Refuelling properly after morning exercise
Ensuring you refuel properly after a morning workout can make the difference between feeling zapped in the afternoon or stable. I often hear clients try to not eat post-workout as they don’t feel hungry or because they are trying to refrain from over-eating - but this nearly always backfires and results in a huge binge later on and then inevitably a huge energy crash afterwards.
Remember that pre and post workout are the best times to get your carbohydrates in so don’t try to avoid them. Carbohydrates help replenish glycogen, while protein aids in muscle repair and growth. Striking the right balance between these two macronutrients is essential. (See picture below)
When and what to eat post training:
The sooner you eat after training, the better (~30-45min) - your glycogen stores need to be replenished
Glycogen synthase is more responsive directly after exercise
Get your starchy carbs in
Some snack ideas for post workout:
A smoothie with banana, protein powder, and milk of your choice
Porridge with almond butter and a sprinkle of nuts
Whole-grain toast with avocado and poached eggs
Quinoa salad with veggies and grilled chicken
Greek yogurt with honey and berries
The Timing Matters:
Did you know that eating within 30 minutes after training can help your muscles recover faster and boost your performance?
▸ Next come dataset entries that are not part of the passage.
#[test]
fn without_a_flush_one_f_one_b_runs_on_as_one_long_pipeline() {
    // With weight stashing the next step's forwards fill the drain: N steps
    // are 1F1B over N m micro-batches, (N m + p - 1)(F + B) (SC 2021,
    // sec. 2.2, with N m micro-batches): (3 x 8 + 3) x 3 = 81 us, of which
    // the first step takes (m + p - 1)(F + B) = 33 and every later one
    // m (F + B) = 24: no bubble in the steady state (Narayanan et al.,
    // "PipeDream", SOSP 2019, sec. 3.2).
    for mode in ["stash", "double"] {
        let s = pipeline(4, 8, "1f1b", &format!("  steps: 3\n  flush: false\n  weight_versions: {mode}\n"));
        let run = baton::simulate(&s).unwrap();
        let st = run.report.steps.clone().unwrap();
        assert_eq!(run.report.step_time_ns, 81_000, "{mode}");
        assert_eq!(st.step_ns, vec![33_000, 24_000, 24_000], "{mode}");
        assert_eq!(st.steady_ms, 0.024);
    }
    // With one weight version each device waits for its own update, and
    // 1F1B's own drain stays: three times 33.
    let s = pipeline(4, 8, "1f1b", "  steps: 3\n  flush: false\n  weight_versions: one\n");
    assert_eq!(steps_of(&s).step_ns, vec![33_000; 3]);
    // A 5 us update after each device's last op of a step: device 0 ends
    // last at 33, updates until 38 and only then starts the next step; every
    // other device has updated by then, so each step takes 38.
    let mut s = s;
    s.training.update_ns = 5_000;
    let run = baton::simulate(&s).unwrap();
    assert_eq!(run.report.steps.unwrap().step_ns, vec![38_000; 3]);
    assert_eq!(updates_on(&run.trace, 0), vec![(0, 33_000, 38_000), (1, 71_000, 76_000), (2, 109_000, 114_000)]);
}

#[test]
fn zb_h2_without_a_flush_reaches_its_steady_state() {
    // ZB-H2 at p = 4 with F = B = W = 1 and m = 12: one step takes
    // 3m + 3 = 39; without a global barrier, each device going on after its
    // own update, the next step takes 3m = 36: no bubble in the steady state
    // (Qi et al., "Zero Bubble Pipeline Parallelism", ICLR 2024, sec. 3.2).
    let s = pipeline(4, 12, "zb-h2", "  steps: 2\n  flush: false\n");
    assert_eq!(steps_of(&s).step_ns, vec![39_000, 36_000]);
    // With the flush both steps take 39.
    let s = pipeline(4, 12, "zb-h2", "  steps: 2\n");
    assert_eq!(steps_of(&s).step_ns, vec![39_000, 39_000]);
}

#[test]
fn pipedream_keeps_a_version_per_micro_batch_in_flight() {
    // PipeDream (SOSP 2019, sec. 3.3): an update per micro-batch (m = 1),
    // 1F1B; stage s of p holds p - s micro-batches in flight, stashes that
    // many weight versions, and its gradient is computed with weights
    // p - 1 - s updates old. Each extra version is params x
    // version_bytes_per_param = 1M x 2 bytes on top of the model state.
    let s = pipeline(4, 1, "1f1b", "  steps: 8\n  flush: false\n  weight_versions: stash\n");
    let run = baton::simulate(&s).unwrap();
    let st = run.report.steps.clone().unwrap();
    let versions: Vec<u32> = st.stages.iter().map(|g| g.weight_versions).collect();
    let stale: Vec<u32> = st.stages.iter().map(|g| g.staleness_steps).collect();
    let extra: Vec<u64> = st.stages.iter().map(|g| g.extra_bytes).collect();
    assert_eq!(versions, vec![4, 3, 2, 1]);
    assert_eq!(stale, vec![3, 2, 1, 0]);
    // One micro-batch per step: every one in flight reads a version of its own.
    assert!(st.stages.iter().all(|g| g.distinct_versions == g.weight_versions));
    assert_eq!(extra, vec![3 * 2_000_000, 2 * 2_000_000, 2_000_000, 0]);
    // The memory model adds them: state 16 bytes x 1M plus the extra.
    let flushed = baton::simulate(&pipeline(4, 1, "1f1b", "  steps: 8\n")).unwrap().report;
    for (d, e) in extra.iter().enumerate() {
        assert_eq!(run.report.devices[d].state_bytes, 16_000_000 + e);
        assert_eq!(flushed.devices[d].state_bytes, 16_000_000);
    }
}

#[test]
fn pipedream_2bw_keeps_two_versions_one_step_stale() {
    // PipeDream-2BW (Narayanan et al., "Memory-Efficient Pipeline-Parallel
    // DNN Training", ICML 2021, sec. 3.1): W(t+1) = W(t) - lr grad f(W(t-1)),
    // a delay of one step on every stage, two versions, with m >= p.
    let s = pipeline(4, 4, "1f1b", "  steps: 5\n  flush: false\n  weight_versions: double\n");
    let st = steps_of(&s);
    assert!(st.stages.iter().all(|g| g.staleness_steps == 1 && g.weight_versions == 2 && g.extra_bytes == 2_000_000));
    // Fewer micro-batches than stages: the first device would start step
    // k + 2 before its update of step k.
    let short = pipeline(4, 2, "1f1b", "  steps: 5\n  flush: false\n  weight_versions: double\n");
    let e = baton::simulate(&short).unwrap_err().to_string();
    assert!(e.contains("double weight versions: device 0 starts step 2 before its update of step 0"), "{e}");
    // Stash on the same pipeline: the first stage's later micro-batches
    // read the newest weights, its first p - 1 of a step the previous ones.
    let s = pipeline(4, 4, "1f1b", "  steps: 5\n  flush: false\n  weight_versions: stash\n");
    let st = steps_of(&s);
    let stale: Vec<u32> = st.stages.iter().map(|g| g.staleness_steps).collect();
    assert_eq!(stale, vec![1, 1, 1, 0]);
    // PipeDream's copy per micro-batch in flight (p - s) is priced, though
    // the micro-batches of a step share a version: at most the previous
    // step's and the newest are read at once (the last stage: the newest).
    let versions: Vec<(u32, u32)> = st.stages.iter().map(|g| (g.weight_versions, g.distinct_versions)).collect();
    assert_eq!(versions, vec![(4, 2), (3, 2), (2, 2), (1, 1)]);
}

#[test]
fn steps_on_the_command_line() {
    let dir = tempfile::tempdir().unwrap();
    let out_json = dir.path().join("r.json");
    let out = run_baton(&[
        "run",
        "scenarios/zero-bubble.yaml",
        "--steps",
        "3",
        "--set",
        "pipeline.flush=false",
        "--set",
        "pipeline.weight_versions=stash",
        "--json",
        out_json.to_str().unwrap(),
    ]);
    assert!(out.status.success(), "{}", text(&out.stderr));
    let stdout = text(&out.stdout);
    assert!(stdout.contains("steps            no flush, weight versions stash: "), "{stdout}");
    assert!(stdout.contains("staleness (steps)"), "{stdout}");
    let v: serde_json::Value = serde_json::from_slice(&std::fs::read(&out_json).unwrap()).unwrap();
    let st = &v["steps"];
    assert_eq!(st["count"], 3);
    assert_eq!(st["flush"], false);
    assert_eq!(st["weight_versions"], "stash");
    assert_eq!(st["step_ms"].as_array().unwrap().len(), 3);
    assert_eq!(st["stages"].as_array().unwrap().len(), 4);
    let total: f64 = st["step_ms"].as_array().unwrap().iter().map(|x| x.as_f64().unwrap()).sum();
    assert!((total - v["step_time_ms"].as_f64().unwrap()).abs() < 1e-9);
    // One flushed step has no steps section.
    let out = run_baton(&["run", "scenarios/zero-bubble.yaml", "--json", "-"]);
    assert!(json(&out).get("steps").is_none());
}

#[test]
fn refusals_name_the_key() {
    let cases: [(&[&str], &str); 5] = [
        (&["--set", "pipeline.weight_versions=stash"], "pipeline.weight_versions (from --set pipeline.weight_versions=stash): stash keeps weight versions for steps that run on without a flush; set pipeline.flush: false"),
        (&["--set", "pipeline.flush=false", "--set", "pipeline.weight_versions=double", "--set", "pipeline.schedule=fill-drain"], "fill-drain would run every step's forwards first"),
        (&["--steps", "0"], "pipeline.steps (from --set pipeline.steps=0): must be at least 1, found 0"),
        (&["--steps", "1048577"], "must be at most 1048576"),
        (&["--steps", "1000000", "--set", "pipeline.micro_batches=4096"], "steps of 4096 micro-batches: the plan is too large"),
    ];
    for (args, want) in cases {
        let mut all = vec!["run", "scenarios/zero-bubble.yaml"];
        all.extend_from_slice(args);
        let out = run_baton(&all);
        assert_eq!(out.status.code(), Some(2), "{args:?}");
        let err = text(&out.stderr);
        assert!(err.contains(want), "{args:?}: {err}");
    }
    let out = run_baton(&["run", "scenarios/replicas.yaml", "--set", "pipeline.flush=false"]);
    assert_eq!(out.status.code(), Some(2));
    assert!(text(&out.stderr).contains("parallel.data: 4 replicas synchronise their gradients every step"));
}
And no you don’t have to be an athlete for this to matter.
Here’s why it matters - Delaying eating after training will lead to less glycogen being made from the food you eat as well as a decrease in your energy levels for the day. When we are tired we are also likely to crave sweets and other high-sugar snacks as our body is tired and the brain is looking for a ‘quick hit of fuel’.
Do not be afraid of carbs! In fact, they are essential to replenishing your energy stores.